Start of Input material

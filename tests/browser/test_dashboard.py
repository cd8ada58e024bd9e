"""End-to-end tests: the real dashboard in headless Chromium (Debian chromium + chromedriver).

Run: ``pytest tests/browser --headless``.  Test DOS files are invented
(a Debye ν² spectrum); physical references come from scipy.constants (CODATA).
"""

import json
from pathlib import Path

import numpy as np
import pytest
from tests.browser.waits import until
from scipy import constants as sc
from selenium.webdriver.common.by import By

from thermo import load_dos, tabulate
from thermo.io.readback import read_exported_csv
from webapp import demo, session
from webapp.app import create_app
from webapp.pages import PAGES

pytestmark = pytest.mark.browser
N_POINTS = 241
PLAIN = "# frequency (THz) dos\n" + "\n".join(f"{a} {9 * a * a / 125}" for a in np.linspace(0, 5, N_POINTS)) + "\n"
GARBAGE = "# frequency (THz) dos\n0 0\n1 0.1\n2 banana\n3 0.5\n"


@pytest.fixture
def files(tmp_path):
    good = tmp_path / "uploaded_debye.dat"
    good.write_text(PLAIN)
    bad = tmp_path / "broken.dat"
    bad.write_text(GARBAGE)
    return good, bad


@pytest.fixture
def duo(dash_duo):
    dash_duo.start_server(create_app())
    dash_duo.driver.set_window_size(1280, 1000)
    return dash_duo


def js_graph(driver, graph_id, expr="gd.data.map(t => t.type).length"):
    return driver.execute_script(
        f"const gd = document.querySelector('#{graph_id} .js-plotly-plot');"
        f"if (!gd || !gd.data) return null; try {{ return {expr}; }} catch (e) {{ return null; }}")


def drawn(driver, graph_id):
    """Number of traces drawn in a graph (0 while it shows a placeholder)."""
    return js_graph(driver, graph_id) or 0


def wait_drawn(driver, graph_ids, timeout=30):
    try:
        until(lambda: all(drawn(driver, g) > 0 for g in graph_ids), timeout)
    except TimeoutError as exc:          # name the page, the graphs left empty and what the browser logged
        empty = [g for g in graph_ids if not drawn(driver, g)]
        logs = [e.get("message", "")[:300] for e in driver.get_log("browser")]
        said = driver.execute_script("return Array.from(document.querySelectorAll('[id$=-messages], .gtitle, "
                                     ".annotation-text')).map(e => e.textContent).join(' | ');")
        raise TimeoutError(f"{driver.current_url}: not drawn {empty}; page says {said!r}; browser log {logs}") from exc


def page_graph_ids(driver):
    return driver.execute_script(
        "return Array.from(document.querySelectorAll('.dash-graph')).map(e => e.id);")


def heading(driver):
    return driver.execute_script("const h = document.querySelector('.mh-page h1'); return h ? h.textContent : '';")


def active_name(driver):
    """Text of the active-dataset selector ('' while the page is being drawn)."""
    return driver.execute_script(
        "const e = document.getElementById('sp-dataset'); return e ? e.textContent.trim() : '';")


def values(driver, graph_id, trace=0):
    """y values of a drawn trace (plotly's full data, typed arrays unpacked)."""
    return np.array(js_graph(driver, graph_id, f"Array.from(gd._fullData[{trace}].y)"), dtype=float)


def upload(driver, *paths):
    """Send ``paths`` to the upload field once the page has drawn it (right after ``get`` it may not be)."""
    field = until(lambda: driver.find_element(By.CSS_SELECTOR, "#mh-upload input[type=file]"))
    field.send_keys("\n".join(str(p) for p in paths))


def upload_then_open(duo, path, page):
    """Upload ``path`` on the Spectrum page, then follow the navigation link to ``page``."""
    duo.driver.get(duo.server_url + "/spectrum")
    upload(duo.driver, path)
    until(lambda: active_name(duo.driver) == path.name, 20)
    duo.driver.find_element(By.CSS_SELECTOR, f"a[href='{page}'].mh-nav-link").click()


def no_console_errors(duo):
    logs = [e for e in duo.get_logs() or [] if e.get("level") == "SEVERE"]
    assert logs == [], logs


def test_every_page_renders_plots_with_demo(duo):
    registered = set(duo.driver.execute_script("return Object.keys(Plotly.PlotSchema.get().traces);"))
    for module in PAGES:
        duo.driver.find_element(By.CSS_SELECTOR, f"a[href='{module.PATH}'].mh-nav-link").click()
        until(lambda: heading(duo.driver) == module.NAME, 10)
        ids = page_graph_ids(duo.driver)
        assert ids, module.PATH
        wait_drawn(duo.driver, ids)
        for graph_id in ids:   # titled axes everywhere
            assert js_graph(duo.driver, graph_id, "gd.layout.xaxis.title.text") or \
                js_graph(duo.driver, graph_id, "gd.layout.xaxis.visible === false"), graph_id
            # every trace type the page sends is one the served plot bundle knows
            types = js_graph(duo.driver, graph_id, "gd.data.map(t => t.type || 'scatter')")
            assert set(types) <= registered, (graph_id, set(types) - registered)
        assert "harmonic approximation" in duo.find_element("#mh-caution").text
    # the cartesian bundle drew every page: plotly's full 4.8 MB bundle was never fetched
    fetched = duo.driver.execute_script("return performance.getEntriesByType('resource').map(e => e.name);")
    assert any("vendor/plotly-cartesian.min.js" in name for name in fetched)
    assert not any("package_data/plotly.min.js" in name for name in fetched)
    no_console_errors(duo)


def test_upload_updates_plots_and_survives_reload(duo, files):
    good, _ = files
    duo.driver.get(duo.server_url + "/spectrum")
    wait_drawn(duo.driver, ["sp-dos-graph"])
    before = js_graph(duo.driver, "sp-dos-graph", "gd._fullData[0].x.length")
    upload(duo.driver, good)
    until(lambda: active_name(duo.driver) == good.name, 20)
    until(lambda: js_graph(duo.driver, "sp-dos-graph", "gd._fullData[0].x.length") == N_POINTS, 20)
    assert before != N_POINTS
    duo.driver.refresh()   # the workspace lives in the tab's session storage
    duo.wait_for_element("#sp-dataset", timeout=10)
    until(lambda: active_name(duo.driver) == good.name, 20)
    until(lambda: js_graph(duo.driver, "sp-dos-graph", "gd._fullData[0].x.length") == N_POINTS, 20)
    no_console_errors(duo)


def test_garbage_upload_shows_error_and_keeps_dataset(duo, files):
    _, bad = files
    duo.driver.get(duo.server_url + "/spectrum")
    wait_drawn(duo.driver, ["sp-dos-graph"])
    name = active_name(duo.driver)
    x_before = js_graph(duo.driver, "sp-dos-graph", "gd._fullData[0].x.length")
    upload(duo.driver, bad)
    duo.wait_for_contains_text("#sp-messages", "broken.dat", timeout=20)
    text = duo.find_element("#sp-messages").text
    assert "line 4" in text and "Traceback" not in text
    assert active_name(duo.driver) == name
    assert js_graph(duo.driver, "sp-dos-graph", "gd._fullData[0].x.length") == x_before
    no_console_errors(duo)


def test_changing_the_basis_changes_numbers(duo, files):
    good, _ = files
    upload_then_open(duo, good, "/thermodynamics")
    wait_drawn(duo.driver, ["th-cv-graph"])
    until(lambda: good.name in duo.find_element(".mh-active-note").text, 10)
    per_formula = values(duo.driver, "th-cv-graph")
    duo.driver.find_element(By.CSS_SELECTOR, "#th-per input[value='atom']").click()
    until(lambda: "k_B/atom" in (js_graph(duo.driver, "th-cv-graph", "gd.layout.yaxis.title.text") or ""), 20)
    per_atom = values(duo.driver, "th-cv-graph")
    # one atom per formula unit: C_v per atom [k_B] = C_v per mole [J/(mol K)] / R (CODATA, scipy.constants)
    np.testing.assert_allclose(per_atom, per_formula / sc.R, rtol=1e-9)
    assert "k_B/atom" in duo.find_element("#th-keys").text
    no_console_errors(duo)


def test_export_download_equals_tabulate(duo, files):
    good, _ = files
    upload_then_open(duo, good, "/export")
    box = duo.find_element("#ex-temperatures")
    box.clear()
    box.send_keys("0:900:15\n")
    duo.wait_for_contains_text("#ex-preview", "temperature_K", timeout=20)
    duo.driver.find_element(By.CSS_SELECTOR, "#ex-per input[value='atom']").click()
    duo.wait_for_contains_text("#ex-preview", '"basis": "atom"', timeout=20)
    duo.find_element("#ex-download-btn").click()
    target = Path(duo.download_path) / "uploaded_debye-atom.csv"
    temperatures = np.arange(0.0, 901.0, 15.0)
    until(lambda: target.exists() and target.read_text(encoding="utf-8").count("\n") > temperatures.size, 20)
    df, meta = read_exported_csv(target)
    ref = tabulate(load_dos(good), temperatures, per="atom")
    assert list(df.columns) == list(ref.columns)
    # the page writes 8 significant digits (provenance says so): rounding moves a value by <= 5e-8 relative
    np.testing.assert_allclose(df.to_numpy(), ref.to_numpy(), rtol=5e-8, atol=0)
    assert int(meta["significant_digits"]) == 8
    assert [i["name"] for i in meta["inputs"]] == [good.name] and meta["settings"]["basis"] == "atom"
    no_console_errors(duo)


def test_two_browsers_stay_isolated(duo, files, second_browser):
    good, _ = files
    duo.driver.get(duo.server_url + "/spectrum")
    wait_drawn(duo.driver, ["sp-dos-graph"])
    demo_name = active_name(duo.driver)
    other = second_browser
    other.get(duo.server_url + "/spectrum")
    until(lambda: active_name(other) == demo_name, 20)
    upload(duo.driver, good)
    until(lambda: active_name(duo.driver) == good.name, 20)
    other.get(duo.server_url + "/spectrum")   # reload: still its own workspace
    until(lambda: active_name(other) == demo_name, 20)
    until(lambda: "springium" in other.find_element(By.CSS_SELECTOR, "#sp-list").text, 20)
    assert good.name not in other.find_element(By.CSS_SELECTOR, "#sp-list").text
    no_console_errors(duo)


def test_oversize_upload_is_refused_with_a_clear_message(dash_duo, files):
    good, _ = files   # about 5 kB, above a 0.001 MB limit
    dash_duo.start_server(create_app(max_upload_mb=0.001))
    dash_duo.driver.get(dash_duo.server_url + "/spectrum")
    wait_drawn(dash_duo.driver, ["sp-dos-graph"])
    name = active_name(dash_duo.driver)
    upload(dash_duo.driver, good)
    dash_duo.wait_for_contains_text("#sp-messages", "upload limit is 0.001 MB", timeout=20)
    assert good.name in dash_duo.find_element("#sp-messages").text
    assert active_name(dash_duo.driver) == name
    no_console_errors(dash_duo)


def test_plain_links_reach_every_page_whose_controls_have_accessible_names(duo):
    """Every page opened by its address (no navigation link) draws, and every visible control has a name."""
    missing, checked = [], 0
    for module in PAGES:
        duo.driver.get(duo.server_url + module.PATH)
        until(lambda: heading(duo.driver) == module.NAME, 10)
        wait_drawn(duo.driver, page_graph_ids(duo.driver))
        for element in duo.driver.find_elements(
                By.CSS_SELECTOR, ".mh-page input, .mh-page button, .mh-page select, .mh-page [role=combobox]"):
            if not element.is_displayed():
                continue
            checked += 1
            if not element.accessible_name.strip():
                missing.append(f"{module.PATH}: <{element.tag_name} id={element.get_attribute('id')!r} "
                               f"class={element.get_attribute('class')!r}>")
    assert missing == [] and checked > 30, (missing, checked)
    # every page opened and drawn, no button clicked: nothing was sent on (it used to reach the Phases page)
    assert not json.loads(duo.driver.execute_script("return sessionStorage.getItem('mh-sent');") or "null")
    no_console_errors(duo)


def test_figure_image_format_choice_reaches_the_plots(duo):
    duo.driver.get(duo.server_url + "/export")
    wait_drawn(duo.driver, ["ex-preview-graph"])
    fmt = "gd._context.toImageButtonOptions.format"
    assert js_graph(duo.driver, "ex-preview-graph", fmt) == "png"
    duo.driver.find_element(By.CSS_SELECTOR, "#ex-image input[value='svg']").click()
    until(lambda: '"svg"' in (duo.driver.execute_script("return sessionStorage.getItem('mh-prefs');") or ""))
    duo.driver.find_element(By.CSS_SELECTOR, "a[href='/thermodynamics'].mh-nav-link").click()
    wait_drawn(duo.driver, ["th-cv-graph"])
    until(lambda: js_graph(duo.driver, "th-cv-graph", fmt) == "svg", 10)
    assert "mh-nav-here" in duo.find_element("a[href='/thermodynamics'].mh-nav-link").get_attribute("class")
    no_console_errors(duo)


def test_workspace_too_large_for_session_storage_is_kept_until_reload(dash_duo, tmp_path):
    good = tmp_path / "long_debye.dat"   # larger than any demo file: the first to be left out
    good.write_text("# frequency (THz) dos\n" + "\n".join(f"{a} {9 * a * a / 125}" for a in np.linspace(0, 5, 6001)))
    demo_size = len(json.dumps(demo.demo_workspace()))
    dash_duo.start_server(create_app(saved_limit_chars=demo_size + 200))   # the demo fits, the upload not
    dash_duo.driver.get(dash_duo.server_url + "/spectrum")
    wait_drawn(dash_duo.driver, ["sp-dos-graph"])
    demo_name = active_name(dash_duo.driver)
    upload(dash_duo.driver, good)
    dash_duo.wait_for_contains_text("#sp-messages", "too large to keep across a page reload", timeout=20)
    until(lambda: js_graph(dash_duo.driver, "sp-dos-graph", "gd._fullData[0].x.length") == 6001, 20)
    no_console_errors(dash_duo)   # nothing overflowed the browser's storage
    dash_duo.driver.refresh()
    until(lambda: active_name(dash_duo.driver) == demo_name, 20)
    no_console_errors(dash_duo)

End of Input material

Problem to solve:
Work through the entries, filtering for the string "webapp", and copy each line that holds it.

Response:
from webapp import demo, session
from webapp.app import create_app
from webapp.pages import PAGES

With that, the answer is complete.